Para isso, Anziska se baseou essencialmente em fontes diplomáticas estadunidenses. Agora volta à carga e aprofunda-se no tema. Em seu livro Preventing Palestine: A Political History From Camp David to Oslo, [Impedir a Palestina: uma história política desde Camp David até Oslo], um estudo da diplomacia estadunidenses no Oriente Médio durante o período que vai dos Acordos de Camp David (1977) até os Acordos de Oslo (1993)1, dedica cerca de vinte páginas aos massacres de Sabra e Chatila. Esta vez, teve acesso a novas foontes, inclusive documentos classificados do trabalho da famosa Comissão Kahane que avaliou em Israel as responsabilidades de dirigentes nestes crimes2.

Golpe de força de Israel

Anziska recorda que pouco antes dos massacres, Israel havia conseguido uma semi-vitória de facto com a expulsão (negociada) dos combatentes palestinos da OLP do Líbano para a Tunísia e outros países árabes. Mas uma vez evacuadas as forças palestinas, o presidente estadunidense Ronald Reagan pronunciou em 1 de setembro de 1982 o único discurso relevante que dedicou em seus dois mandatos ao conflito israelense-palestino. Expôs nele seu “plano” para o futuro. Sem considerar [a criação de] um Estado palestino, apoio a evacuação israelense dos territórios ocupados da Cisjordânia e Gaza. Seu objetivo era “reconciliar os legítimos problemas de segurança de Israel com os direitos legítimos dos palestinos”. Portanto propunha a abertura de negociações durante o qual os Estados Unidos exigiria a Israel “congelar imediatamente toda colonização”. Finalmente, o presidente dos Estados Unidos especificava que “os palestinos devem desempenhar um papel preponderante na determinação de seu próprio futuro”.

O primeiro-ministro israelense, Menachem Begin, reagiu com ira. Num discurso dirigido a Reagan e depois de evocar direitos bíblicos dos judeus aos territórios palestinos, proclamou que a via aberta pelo presidente dos EUA conduzia inevitavelmente ao estabelecimento de um Estado palestino. Era inaceitável para Israel: “Imediatamente terá você uma base soviética no coração do Oriente Médio”. As relações entre Estados Unidos e Israel experimentaram então uma fase de tensão.

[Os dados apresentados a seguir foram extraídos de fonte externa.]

/* bench-whatif: speed of what-if variants and of critical-link ranking on
 * synthetic grids. Not a test; prints "key: value" lines.
 * Usage: bench-whatif [--cells N] [--variants V] [--link-cells M] [--threads P]
 *  1. Variants: a square grid of about N cells of 100 m (rolling hills, slope on)
 *     with a road lattice every 50 cells and 200 sites. V variants, each closing 8
 *     random road segments, slowing 40 others to 30 % and (every tenth) flooding a
 *     block of 40 x 40 cells and closing 5 sites, each followed by the repair of the
 *     base search tree (as compare does) and a cell-by-cell comparison with the
 *     base, then undone. Every tenth variant is also searched in full, to check the
 *     repair and to time that path. Compared with a full rebuild of the network plus
 *     one pass, which is what a variant would cost without edits.
 *  2. Links: a grid of about M cells with a road lattice every 10 cells (about
 *     10,000 links for M = 490,000), vehicles, 50 sites, limit 30 min: time to rank
 *     every link, and how many the tree rule skipped. */
#include <igraph.h>
#include <math.h>
#include <stdio.h>
#include <stdlib.h>
#include <string.h>
#include <time.h>

#include "compare.h"
#include "links.h"
#include "network.h"
#include "sptree.h"
#include "travel.h"
#include "synth.h"

/* The tool's own random sequence (seeded as it always was, for comparable runs). */
static synth_rng_t rng = {4242};

static int edit_seg(network_t *net, size_t s, double factor, err_t *e)
{
    int64_t f, n;
    network_seg_edges(net, s, &f, &n);
    for (int64_t k = f; k < f + n; k++) {
        double w = network_edge_weight(net, k);
        if (network_edit_edge(net, k, factor > 0 ? w / factor : INFINITY, e) != ERR_OK) return 1;
    }
    return 0;
}

static int bench_variants(long cells, long n_var)
{
    int n = (int)ceil(sqrt((double)cells));
    grid_t *g = synth_grid(n, 100.0, &rng);
    roads_t *r = synth_roads(g, 50);
    size_t nc = (size_t)n * n;
    scen_t s;
    network_t *net = NULL;
    sptree_t tree = {0};
    travel_result_t *var = NULL;
    int64_t sites[200], *changed = NULL;
    uint8_t *mask = calloc(nc, 1), closed[200];
    float *delta = malloc(nc * sizeof *delta);
    int32_t *label = malloc(nc * sizeof *label), *sv = NULL;
    double *tv = NULL;
    const double limits[3] = {1800, 3600, 7200};
    double pushed = 0, t_apply = 0, t_search = 0, t_cmp = 0, c_full = 0, c_var = 0;
    double t_fullpass = 0, resettled = 0, worst = 0, t_full_g = 0;
    long n_fullpass = 0;
    err_t e = {0};

    memset(&s, 0, sizeof s);
    s.neighbours = 8;
    s.walk_mps = 5.0 / 3.6;
    s.use_slope = 1;
    s.cover_default_factor = 1.0;
    printf("## variants on %d x %d = %zu cells, %zu road segments, 200 sites\n", n, n, nc,
           r->n_segs);
    for (int i = 0; i < 200; i++) sites[i] = (int64_t)(synth_rnd(&rng) % nc);
    if (network_build(g, r, &s, &net, &e) != ERR_OK ||
        sptree_build(net, sites, 200, &tree, &e) != ERR_OK)
        goto fail;
    tv = malloc((size_t)network_n_nodes(net) * sizeof *tv);
    sv = malloc((size_t)network_n_nodes(net) * sizeof *sv);
    {
        /* A rebuild plus one full pass, timed alone. */
        network_t *n2 = NULL;
        travel_result_t *r2 = NULL;
        double t0 = synth_now_s();
        c_full = synth_cpu_s();
        if (network_build(g, r, &s, &n2, &e) != ERR_OK ||
            travel_nearest(n2, sites, 200, &r2, &e) != ERR_OK)
            goto fail;
        t_full_g = synth_now_s() - t0;
        c_full = synth_cpu_s() - c_full;
        travel_result_free(r2);
        network_free(n2);
    }
    printf("full_rebuild_and_pass_s: %.3f (cpu %.3f)\n", t_full_g, c_full);
    c_var = synth_cpu_s();
    for (long v = 0; v < n_var; v++) {
        compare_diff_t d;
        double t1 = synth_now_s(), old;
        size_t ne, nres = 0;
        memset(closed, 0, sizeof closed);
        for (int k = 0; k < 8; k++)
            if (edit_seg(net, synth_rnd(&rng) % r->n_segs, 0.0, &e)) goto fail;
        for (int k = 0; k < 40; k++)
            if (edit_seg(net, synth_rnd(&rng) % r->n_segs, 0.3, &e)) goto fail;
        if (v % 10 == 0) {
            int r0 = (int)(synth_rnd(&rng) % (uint64_t)(n - 40)), c0 = (int)(synth_rnd(&rng) % (uint64_t)(n - 40));
            memset(mask, 0, nc);
            for (int rr = r0; rr < r0 + 40; rr++)
                for (int cc = c0; cc < c0 + 40; cc++) mask[(size_t)rr * n + cc] = 1;
            if (network_edit_cells(net, mask, 0.0, NULL, &e) != ERR_OK) goto fail;
            for (int k = 0; k < 5; k++) closed[synth_rnd(&rng) % 200] = 1;
        }
        ne = network_n_edits(net);
        free(changed);
        changed = malloc((ne + 1) * sizeof *changed);
        for (size_t i = 0; i < ne; i++) network_edit_get(net, i, &changed[i], &old);
        double t2 = synth_now_s();
        if (sptree_resettle(&tree, net, changed, ne, closed, 200, tv, sv, &nres, &e) != ERR_OK)
            goto fail;
        double t3 = synth_now_s();
        resettled += (double)nres;
        if (compare_cells(nc, g->people, tree.time_s, tv, 3600, limits, 3, NULL, 0, &d, delta,
                          label, &e) != ERR_OK)
            goto fail;
        pushed += d.pushed_beyond;
        compare_diff_destroy(&d);
        double t4 = synth_now_s();
        t_apply += t2 - t1;
        t_search += t3 - t2;
        t_cmp += t4 - t3;
        if (v % 10 == 0) {
            /* The same variant by a full search: same times (to 1e-9), and its cost. */
            int64_t open[200];
            size_t n_open = 0;
            double t5 = synth_now_s();
            for (int i = 0; i < 200; i++)
                if (!closed[i]) open[n_open++] = sites[i];
            if (travel_nearest(net, open, n_open, &var, &e) != ERR_OK) goto fail;
            t_fullpass += synth_now_s() - t5;
            n_fullpass++;
            for (size_t c = 0; c < nc; c++) {
                double a = tv[c], b = var->time_s[c];
                double dd = isinf(a) && isinf(b) ? 0 : fabs(a - b) / fmax(1.0, b);
                if (dd > worst) worst = dd;
            }
            travel_result_free(var);
            var = NULL;
        }
        network_edit_reset(net);
        if ((v + 1) % 10 == 0) fprintf(stderr, "bench-whatif: %ld variants done\n", v + 1);
    }
    {
        double per = (t_apply + t_search + t_cmp) / (double)n_var;
        printf("variants: %ld\n", n_var);
        printf("per_variant_s: %.3f (edits %.4f, tree repair %.3f, compare %.3f)\n", per,
               t_apply / n_var, t_search / n_var, t_cmp / n_var);
        printf("mean_nodes_searched_again: %.0f of %ld\n", resettled / (double)n_var,
               (long)network_n_nodes(net));
        printf("full_search_per_variant_s: %.3f (%ld variants; largest relative difference "
               "from the repair %.2g)\n", t_fullpass / (double)(n_fullpass ? n_fullpass : 1),
               n_fullpass, worst);
        printf("cpu_all_variants_s: %.2f (repairs, comparisons and the full checks)\n",
               synth_cpu_s() - c_var);
        printf("ratio_to_full_rebuild: %.3f\n", per / t_full_g);
        printf("mean_people_pushed_beyond_60_min: %.0f\n", pushed / (double)n_var);
    }
    sptree_destroy(&tree);
    network_free(net);
    roads_free(r);
    grid_free(g);
    free(mask);
    free(delta);
    free(label);
    free(tv);
    free(sv);
    free(changed);
    return 0;
fail:
    fprintf(stderr, "bench-whatif: %s\n", e.msg);
    return 1;
}

static int bench_links(long cells, int threads)
{
    int n = (int)ceil(sqrt((double)cells));
    grid_t *g = synth_grid(n, 100.0, &rng);
    roads_t *r = synth_roads(g, 10);
    scen_t s;
    network_t *net = NULL;
    links_t *L = NULL;
    points_t sites = {0};
    int64_t cell[50];
    err_t e = {0};

    memset(&s, 0, sizeof s);
    s.neighbours = 8;
    s.walk_mps = 5.0 / 3.6;
    s.use_slope = 1;
    s.cover_default_factor = 1.0;
    s.mode = SCEN_MODE_VEHICLE;
    for (int i = 0; i < 50; i++) cell[i] = (int64_t)(synth_rnd(&rng) % ((uint64_t)n * n));
    sites.n = 50;
    sites.cell = cell;
    if (network_build(g, r, &s, &net, &e) != ERR_OK || links_build(r, &L, &e) != ERR_OK)
        goto fail;
    printf("## critical links on %d x %d cells, %zu links, 50 sites, vehicles, 30 min\n", n, n,
           L->n);
    double t0 = synth_now_s();
    if (links_score(L, net, g->people, &sites, n, 1800, threads, &e) != ERR_OK) goto fail;
    printf("links_total_s: %.2f (base tree %.2f, scores %.2f) on %d threads\n", synth_now_s() - t0,
           L->seconds_base, L->seconds_scores, threads);
    printf("links_scored: %zu\n", L->n_on_tree);
    printf("links_skipped_by_tree_rule: %zu\n", L->n - L->n_on_tree);
    {
        double mean = 0;
        for (size_t k = 0; k < L->n; k++) mean += (double)L->l[k].nodes_resettled;
        printf("mean_nodes_resettled_per_scored_link: %.0f of %ld\n",
               L->n_on_tree ? mean / (double)L->n_on_tree : 0.0, (long)network_n_nodes(net));
    }
    /* What one link would cost with a full search instead. */
    {
        link_t full;
        t0 = synth_now_s();
        if (links_score_one_full(L, L->rank[0], net, g->people, &sites, n, 1800, &full, &e) !=
            ERR_OK)
            goto fail;
        printf("one_link_by_full_search_s: %.3f (top link pushed %.0f, full search %.0f)\n",
               (synth_now_s() - t0) / 2.0, L->l[L->rank[0]].pushed_beyond, full.pushed_beyond);
    }
    links_free(L);
    network_free(net);
    roads_free(r);
    grid_free(g);
    return 0;
fail:
    fprintf(stderr, "bench-whatif: %s\n", e.msg);
    return 1;
}

int main(int argc, char **argv)
{
    long cells = 1000000, n_var = 100, link_cells = 490000;
    int threads = 2;
    for (int i = 1; i + 1 < argc; i += 2) {
        if (strcmp(argv[i], "--cells") == 0) cells = atol(argv[i + 1]);
        else if (strcmp(argv[i], "--variants") == 0) n_var = atol(argv[i + 1]);
        else if (strcmp(argv[i], "--link-cells") == 0) link_cells = atol(argv[i + 1]);
        else if (strcmp(argv[i], "--threads") == 0) threads = atoi(argv[i + 1]);
        else {
            fprintf(stderr, "bench-whatif: unknown option '%s'\n", argv[i]);
            return 2;
        }
    }
    setvbuf(stdout, NULL, _IOLBF, 0);
    igraph_set_error_handler(igraph_error_handler_ignore);
    igraph_set_warning_handler(igraph_warning_handler_ignore);
    if (n_var > 0 && bench_variants(cells, n_var)) return 1;
    if (link_cells > 0 && bench_links(link_cells, threads)) return 1;
    return 0;
}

“É hora de assinar um acordo de paz”

Quando a Begin, numa reunião com Bashir Gemayel, dirigente das falanges cristãs recém eleito presidente do Líbano por um Parlamento reunido sob mando do governo de Israel, afirma sem rodeios que “dado que Israel lhe fez ganar a presidência e livrou seu país dos combatentes da OLP, era o momento de assinar assinar um acordo de paz” com ele. Gemayel se surpreende pela “forma abrupta” e o menosprezo mostrado pelo seu interlocutor mas não terá tempo de pensar muito em sua proposta. Em 14 de setembro foi assassinado por uma bomba colocada em seu quartel general.

Na manhã seguinte, violando o cessar-fogo e a exigência estadunidenses, o exército israelense ocupa Beirute. Uma “medida de precaução”, diz Begin aos estadunidenses. No dia 16, os falangistas cristãos entram nos dois acampamentos palestinos. São os israelenses que lhes permitem cruzar suas linhas. Pior ainda: lhes brindam apoio logístico (concretamente, iluminando os acampamentos à noite).

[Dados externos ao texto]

/* bench-models: figures for the covering models on an invented geometric
 * district: demand points on a square grid, candidate sites scattered at
 * random, cost = straight-line distance / speed (seconds), coverage limit T.
 * Prints units before/after merging and solve times with merging on and off.
 * Usage: bench-models [grid_side sites p limit_s [time_limit_s]]
 *   defaults: 150 (22,500 points) 500 sites, p = 40, T = 900 s, 300 s limit. */
#include <math.h>
#include <stdio.h>
#include <stdlib.h>

#include "cover.h"

int main(int argc, char **argv)
{
    int side = argc > 1 ? atoi(argv[1]) : 150;
    int ns = argc > 2 ? atoi(argv[2]) : 500;
    int p = argc > 3 ? atoi(argv[3]) : 40;
    double T = argc > 4 ? atof(argv[4]) : 900;
    double tl = argc > 5 ? atof(argv[5]) : 300;
    double cell = 100, speed = 5000.0 / 3600.0;   /* 100 m cells, walking 5 km/h in m/s */
    size_t nu = (size_t)side * (size_t)side;
    loc_problem_t *prob = NULL;
    err_t e = {0};
    unsigned s = 2024;
    double *sx = malloc((size_t)ns * sizeof *sx), *sy = malloc((size_t)ns * sizeof *sy);

    if (loc_new(nu, (size_t)ns, &prob, &e) != ERR_OK || !sx || !sy) return 1;
    for (int i = 0; i < ns; i++) {
        s = s * 1103515245u + 12345u;
        sx[i] = (double)((s >> 8) % 100000) / 100000.0 * side * cell;
        s = s * 1103515245u + 12345u;
        sy[i] = (double)((s >> 8) % 100000) / 100000.0 * side * cell;
    }
    for (size_t j = 0; j < nu; j++) {
        double x = (double)(j % (size_t)side) * cell + cell / 2, y = (double)(j / (size_t)side) * cell + cell / 2;
        s = s * 1103515245u + 12345u;
        prob->weight[j] = (double)((s >> 16) % 200);   /* persons per cell */
        for (int i = 0; i < ns; i++) {
            double t = hypot(x - sx[i], y - sy[i]) / speed;
            if (t <= T && loc_add_pair(prob, j, (size_t)i, t, &e) != ERR_OK) return 1;
        }
    }
    if (loc_finish(prob, &e) != ERR_OK) {
        fprintf(stderr, "%s\n", e.msg);
        return 1;
    }
    printf("district: %zu demand points, %d sites, %zu pairs within %.0f s, p = %d\n", nu, ns,
           prob->n_pairs, T, p);
    for (int merge = 1; merge >= 0; merge--) {
        loc_opts_t o;
        loc_result_t r;
        loc_opts_default(&o);
        o.p = p;
        o.limit = T;
        o.merge = merge;
        o.solver.time_limit_s = tl;
        if (cover_max(prob, &o, &r, &e) != ERR_OK) {
            fprintf(stderr, "%s\n", e.msg);
            return 1;
        }
        printf("merge=%d units %zu -> %zu  covered %.0f (heuristic %.0f) bound %.1f  %s  "
               "nodes %ld  glpk %.2f s  total %.2f s\n", merge, r.units_before, r.units_after,
               r.objective, r.heuristic_objective, r.bound, solver_status_name(r.status), r.nodes,
               r.solver_seconds, r.seconds);
        loc_result_destroy(&r);
    }
    loc_free(prob);
    free(sx);
    free(sy);
    return 0;
}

Do artigo escrito há seis anos se concluía que os israelenses haviam imposto com determinação seu ponto de vista aos estadunidenses e que não podiam obrigá-los a deter os massacres. Em 17, o enviado especial estadunidense no Líbano, Draper, e o embaixador em Tel Aviv, Sam Lewis, se reuniram com o ministro da Defesa Ariel Sharon, o chefe de gabinete Rafael Eitan e o chefe da inteligência militar Yehoshua Saguy. Draper exigiu a Israel que as Falanges se retirassem dos acampamentos. Saguy se negou. Quando Draper insistiu, o general israelense respondeu sorrindo: “E quem vai impedir que fiquem?”. 3

Mais tarde, os israelenses elaboraram a lista dos acampamentos que era preciso “limpar os terroristas” afirmando falsamente que ainda restavam neles combatentes palestinos. Draper, preocupado observou: “Haverá quem diga que as FDI ficam em Beirute para permitir que os libaneses matem os palestinos nos acampamentos”. Ao que Sharon respondeu: “Então nós os mataremos. Não restará um. […] Se vocês não querem que os libaneses os matem, mataremos nós. Como estava dizendo, vocês farão o quê?” Os israelenses conseguiram dos estadunidenses que os falangistas permanecessem nos acampamentos durante outras 48 horas a mais. O resultado é bem conhecido: entre 800 e 2000 pessoas assassinadas ou desaparecidas. Mulheres estupradas, meninos e anciãos assassinados a tiros, homens levados a destinos sem retorno.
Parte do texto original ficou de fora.